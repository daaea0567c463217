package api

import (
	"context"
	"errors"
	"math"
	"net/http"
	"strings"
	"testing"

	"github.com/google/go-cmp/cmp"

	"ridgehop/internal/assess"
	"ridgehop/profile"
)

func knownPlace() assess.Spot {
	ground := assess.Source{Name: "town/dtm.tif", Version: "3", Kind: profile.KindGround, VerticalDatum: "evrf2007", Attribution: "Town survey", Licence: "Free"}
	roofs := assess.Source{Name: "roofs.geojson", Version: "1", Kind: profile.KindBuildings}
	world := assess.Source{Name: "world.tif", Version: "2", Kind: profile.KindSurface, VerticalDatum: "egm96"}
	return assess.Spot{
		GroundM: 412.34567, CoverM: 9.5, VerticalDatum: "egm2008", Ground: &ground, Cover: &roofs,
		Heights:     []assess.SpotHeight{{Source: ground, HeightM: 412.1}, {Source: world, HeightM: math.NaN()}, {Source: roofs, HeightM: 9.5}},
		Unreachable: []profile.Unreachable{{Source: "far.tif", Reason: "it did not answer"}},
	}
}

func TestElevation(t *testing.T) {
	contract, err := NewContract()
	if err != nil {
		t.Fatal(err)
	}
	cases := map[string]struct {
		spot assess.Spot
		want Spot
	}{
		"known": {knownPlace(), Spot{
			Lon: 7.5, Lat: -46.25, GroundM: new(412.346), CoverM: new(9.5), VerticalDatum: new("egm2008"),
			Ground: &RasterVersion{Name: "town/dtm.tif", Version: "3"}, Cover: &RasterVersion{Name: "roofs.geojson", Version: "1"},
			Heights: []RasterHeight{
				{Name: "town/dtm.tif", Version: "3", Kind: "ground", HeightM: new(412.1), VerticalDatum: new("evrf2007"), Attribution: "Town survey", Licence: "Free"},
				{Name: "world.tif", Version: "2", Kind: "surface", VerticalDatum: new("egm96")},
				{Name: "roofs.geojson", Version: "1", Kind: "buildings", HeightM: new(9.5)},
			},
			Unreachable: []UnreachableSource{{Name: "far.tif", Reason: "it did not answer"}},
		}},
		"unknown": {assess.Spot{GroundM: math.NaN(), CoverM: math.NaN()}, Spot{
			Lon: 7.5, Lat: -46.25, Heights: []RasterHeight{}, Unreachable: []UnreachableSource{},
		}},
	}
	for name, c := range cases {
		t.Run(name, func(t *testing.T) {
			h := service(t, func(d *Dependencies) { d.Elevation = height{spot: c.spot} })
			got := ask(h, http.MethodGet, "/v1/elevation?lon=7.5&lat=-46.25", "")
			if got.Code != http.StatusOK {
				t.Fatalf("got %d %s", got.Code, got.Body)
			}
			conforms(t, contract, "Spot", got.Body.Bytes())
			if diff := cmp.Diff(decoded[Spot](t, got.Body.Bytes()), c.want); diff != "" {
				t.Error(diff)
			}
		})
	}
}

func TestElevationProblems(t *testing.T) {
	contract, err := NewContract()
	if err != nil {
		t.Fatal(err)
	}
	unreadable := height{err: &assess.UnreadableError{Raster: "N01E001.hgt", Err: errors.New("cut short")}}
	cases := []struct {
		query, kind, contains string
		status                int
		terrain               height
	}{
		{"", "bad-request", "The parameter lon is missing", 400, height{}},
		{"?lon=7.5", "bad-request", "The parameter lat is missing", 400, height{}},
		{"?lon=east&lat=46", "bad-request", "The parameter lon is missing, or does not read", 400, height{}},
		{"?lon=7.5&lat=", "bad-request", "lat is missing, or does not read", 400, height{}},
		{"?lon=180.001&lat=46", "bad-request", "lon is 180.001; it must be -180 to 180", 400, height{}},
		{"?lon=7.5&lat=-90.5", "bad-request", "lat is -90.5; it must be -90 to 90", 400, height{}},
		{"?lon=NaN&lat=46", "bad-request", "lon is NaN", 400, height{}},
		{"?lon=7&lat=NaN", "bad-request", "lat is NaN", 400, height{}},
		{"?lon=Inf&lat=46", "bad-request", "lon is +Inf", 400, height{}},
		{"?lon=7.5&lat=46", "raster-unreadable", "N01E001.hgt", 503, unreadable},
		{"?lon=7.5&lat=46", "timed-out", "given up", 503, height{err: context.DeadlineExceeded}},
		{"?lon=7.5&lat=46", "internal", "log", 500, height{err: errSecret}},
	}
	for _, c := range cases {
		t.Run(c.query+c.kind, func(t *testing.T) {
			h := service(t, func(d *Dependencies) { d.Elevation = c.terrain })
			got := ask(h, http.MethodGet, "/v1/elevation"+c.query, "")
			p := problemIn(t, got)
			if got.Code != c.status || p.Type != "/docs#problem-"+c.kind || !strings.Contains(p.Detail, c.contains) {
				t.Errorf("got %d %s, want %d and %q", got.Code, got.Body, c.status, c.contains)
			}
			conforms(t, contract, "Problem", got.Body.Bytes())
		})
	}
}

= = = = =

● About this exercise
Give the records above again in full, keeping every character unchanged.

● Answer for this exercise
repository daaea0567c463217
package api

import (
	"context"
	"errors"
	"math"
	"net/http"
	"strings"
	"testing"

	"github.com/google/go-cmp/cmp"

	"ridgehop/internal/assess"
	"ridgehop/profile"
)

func knownPlace() assess.Spot {
	ground := assess.Source{Name: "town/dtm.tif", Version: "3", Kind: profile.KindGround, VerticalDatum: "evrf2007", Attribution: "Town survey", Licence: "Free"}
	roofs := assess.Source{Name: "roofs.geojson", Version: "1", Kind: profile.KindBuildings}
	world := assess.Source{Name: "world.tif", Version: "2", Kind: profile.KindSurface, VerticalDatum: "egm96"}
	return assess.Spot{
		GroundM: 412.34567, CoverM: 9.5, VerticalDatum: "egm2008", Ground: &ground, Cover: &roofs,
		Heights:     []assess.SpotHeight{{Source: ground, HeightM: 412.1}, {Source: world, HeightM: math.NaN()}, {Source: roofs, HeightM: 9.5}},
		Unreachable: []profile.Unreachable{{Source: "far.tif", Reason: "it did not answer"}},
	}
}

func TestElevation(t *testing.T) {
	contract, err := NewContract()
	if err != nil {
		t.Fatal(err)
	}
	cases := map[string]struct {
		spot assess.Spot
		want Spot
	}{
		"known": {knownPlace(), Spot{
			Lon: 7.5, Lat: -46.25, GroundM: new(412.346), CoverM: new(9.5), VerticalDatum: new("egm2008"),
			Ground: &RasterVersion{Name: "town/dtm.tif", Version: "3"}, Cover: &RasterVersion{Name: "roofs.geojson", Version: "1"},
			Heights: []RasterHeight{
				{Name: "town/dtm.tif", Version: "3", Kind: "ground", HeightM: new(412.1), VerticalDatum: new("evrf2007"), Attribution: "Town survey", Licence: "Free"},
				{Name: "world.tif", Version: "2", Kind: "surface", VerticalDatum: new("egm96")},
				{Name: "roofs.geojson", Version: "1", Kind: "buildings", HeightM: new(9.5)},
			},
			Unreachable: []UnreachableSource{{Name: "far.tif", Reason: "it did not answer"}},
		}},
		"unknown": {assess.Spot{GroundM: math.NaN(), CoverM: math.NaN()}, Spot{
			Lon: 7.5, Lat: -46.25, Heights: []RasterHeight{}, Unreachable: []UnreachableSource{},
		}},
	}
	for name, c := range cases {
		t.Run(name, func(t *testing.T) {
			h := service(t, func(d *Dependencies) { d.Elevation = height{spot: c.spot} })
			got := ask(h, http.MethodGet, "/v1/elevation?lon=7.5&lat=-46.25", "")
			if got.Code != http.StatusOK {
				t.Fatalf("got %d %s", got.Code, got.Body)
			}
			conforms(t, contract, "Spot", got.Body.Bytes())
			if diff := cmp.Diff(decoded[Spot](t, got.Body.Bytes()), c.want); diff != "" {
				t.Error(diff)
			}
		})
	}
}

func TestElevationProblems(t *testing.T) {
	contract, err := NewContract()
	if err != nil {
		t.Fatal(err)
	}
	unreadable := height{err: &assess.UnreadableError{Raster: "N01E001.hgt", Err: errors.New("cut short")}}
	cases := []struct {
		query, kind, contains string
		status                int
		terrain               height
	}{
		{"", "bad-request", "The parameter lon is missing", 400, height{}},
		{"?lon=7.5", "bad-request", "The parameter lat is missing", 400, height{}},
		{"?lon=east&lat=46", "bad-request", "The parameter lon is missing, or does not read", 400, height{}},
		{"?lon=7.5&lat=", "bad-request", "lat is missing, or does not read", 400, height{}},
		{"?lon=180.001&lat=46", "bad-request", "lon is 180.001; it must be -180 to 180", 400, height{}},
		{"?lon=7.5&lat=-90.5", "bad-request", "lat is -90.5; it must be -90 to 90", 400, height{}},
		{"?lon=NaN&lat=46", "bad-request", "lon is NaN", 400, height{}},
		{"?lon=7&lat=NaN", "bad-request", "lat is NaN", 400, height{}},
		{"?lon=Inf&lat=46", "bad-request", "lon is +Inf", 400, height{}},
		{"?lon=7.5&lat=46", "raster-unreadable", "N01E001.hgt", 503, unreadable},
		{"?lon=7.5&lat=46", "timed-out", "given up", 503, height{err: context.DeadlineExceeded}},
		{"?lon=7.5&lat=46", "internal", "log", 500, height{err: errSecret}},
	}
	for _, c := range cases {
		t.Run(c.query+c.kind, func(t *testing.T) {
			h := service(t, func(d *Dependencies) { d.Elevation = c.terrain })
			got := ask(h, http.MethodGet, "/v1/elevation"+c.query, "")
			p := problemIn(t, got)
			if got.Code != c.status || p.Type != "/docs#problem-"+c.kind || !strings.Contains(p.Detail, c.contains) {
				t.Errorf("got %d %s, want %d and %q", got.Code, got.Body, c.status, c.contains)
			}
			conforms(t, contract, "Problem", got.Body.Bytes())
		})
	}
}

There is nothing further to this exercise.